Judge Ejaz Ahmad Chaudhry of the Rawalpindi bench of the Lahore High court issued the notice on a petition filed by Bhutto's former protocol officer, Chaudhry Aslam, seeking the registration of a First Information Report (FIR) on her killing.
Judge Chaudhry had on September 1 summoned, among others, Interior Minister Rehman Malik, Parliamentary Affairs Minister Babar Awan and then Punjab chief minister Pervez Elahi, to appear on September 28.
Aslam's petition contends that these individuals were involved in the gun and bomb attack that killed Bhutto as she left a political rally in the garrison town of Rawalpindi adjacent to Pakistani capital Islamabad and that a FIR should be registered against them.
Judge Asif Saeed Khosa had earlier refused to hear the petition when it was presented before him.
Musharraf, who is currently in Britain on a lecture tour, was not expected to respond to the summons. In July, he did not respond to a Supreme Court summons while it was hearing a petition on legality of the emergency Musharraf had imposed Nov 3, 2007. The court later ruled that his action was unconstitutional.
Pakistan's investigations into Bhutto's killing, as also one by Scotland Yard, failed to make headway largely because the spot where Bhutto was attacked was hosed down soon after the incident, destroying whatever evidence might have existed.
Pakistan then requested a UN probe into the assassination and this is currently underway.
A UN team had on August 24 visited the Rawalpindi hospital where Bhutto was rushed after the fatal attack to collect details about her wounds and treatment.
The UN officials interacted with the staff of the Benazir Shaheed Hospital for more than two hours.

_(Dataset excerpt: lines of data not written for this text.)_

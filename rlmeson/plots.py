"""Figures from results (matplotlib, non-interactive backend; files written atomically)."""

from __future__ import annotations

import numpy as np

from .store import atomic_path


def _plt():
    import matplotlib

    matplotlib.use("Agg")
    import matplotlib.pyplot as plt

    return plt


def _save(fig, path):
    with atomic_path(path) as tmp:
        fig.savefig(tmp, format="png", dpi=120, bbox_inches="tight")
    _plt().close(fig)


def mass_function(quarks: dict, path) -> None:
    """M(p²) and Z(p²) = 1/A on a log momentum axis, one curve per flavour."""
    plt = _plt()
    fig, (a1, a2) = plt.subplots(1, 2, figsize=(10, 4))
    for name, q in quarks.items():
        s = q.solution
        lab = f"{name}: m(ζ) = {1e3 * s.mass_gev:.3g} MeV"
        a1.loglog(s.q2, np.abs(s.M), label=lab)
        a2.semilogx(s.q2, s.Z, label=lab)
    a1.set_xlabel("p² [GeV²]")
    a1.set_ylabel("M(p²) [GeV]")
    a2.set_xlabel("p² [GeV²]")
    a2.set_ylabel("Z(p²) = 1/A(p²)")
    reg = next(iter(quarks.values())).solution.kernel.label
    fig.suptitle(f"dressed quark, {reg}", fontsize=9)
    a1.legend(fontsize=8)
    _save(fig, path)


def eigenvalue_curve(meson, path) -> None:
    """λ(P²) of the leading eigenvalue with the crossing λ = 1 marked."""
    plt = _plt()
    ms, ls = meson.core.curve.sorted()
    fig, ax = plt.subplots(figsize=(5, 4))
    ax.plot(-ms**2, ls, "o-", ms=3)
    ax.axhline(1.0, color="k", lw=0.6)
    m = meson.core.mass_gev
    ax.axvline(-m * m, color="r", lw=0.6, label=f"M = {m:.5f} GeV")
    ax.set_xlabel("P² [GeV²]")
    ax.set_ylabel("λ(P²)")
    ax.set_title(f"{meson.name} ({meson.channel})", fontsize=9)
    ax.legend(fontsize=8)
    _save(fig, path)


def leading_amplitudes(meson, labels, path) -> None:
    """The leading Chebyshev moment (m = 0 for components even in z, m = 1 for odd ones)
    of each covariant's coefficient against q²."""
    from .export import moments

    plt = _plt()
    core = meson.core
    mom = moments(core.normalised.amplitude * meson.factor, core.z)  # (i, m, q)
    fig, ax = plt.subplots(figsize=(6, 4))
    for i, lab in enumerate(labels):
        m = int(np.argmax(np.abs(mom[i, :2]).max(axis=-1)))
        ax.loglog(core.q2, np.abs(mom[i, m]) + 1e-300, label=f"{lab}  (m = {m})")
    ax.set_xlabel("q² [GeV²]")
    ax.set_ylabel("|leading Chebyshev moment|")
    ax.set_title(f"{meson.name}: normalised amplitude ({meson.convention} MeV convention)", fontsize=9)
    ax.legend(fontsize=7)
    _save(fig, path)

Hospital doctor Musaddaq Hussain told the UN team that Bhutto's autopsy was not conducted on the request of her husband Asif Ali Zardari, who is now the president of Pakistan.
The team also visited the operation theatre, the treatment room and the site where the doctors formally announced her death.
The team earlier visited the site where she was attacked.
Another UN team arrived in Islamabad Monday to continue the probe. A report will be submitted to UN Secretary General Ban Ki-moon after the investigations are complete. Ban will then share the report with the Pakistani government and the Security Council.
The probe is likely to cost the Pakistani government Rs.200 million.
Baitullah Mehsud, the Pakistani Taliban commander killed in a US drone strike last month, is one of those suspected of having a hand in Bhutto's assassination.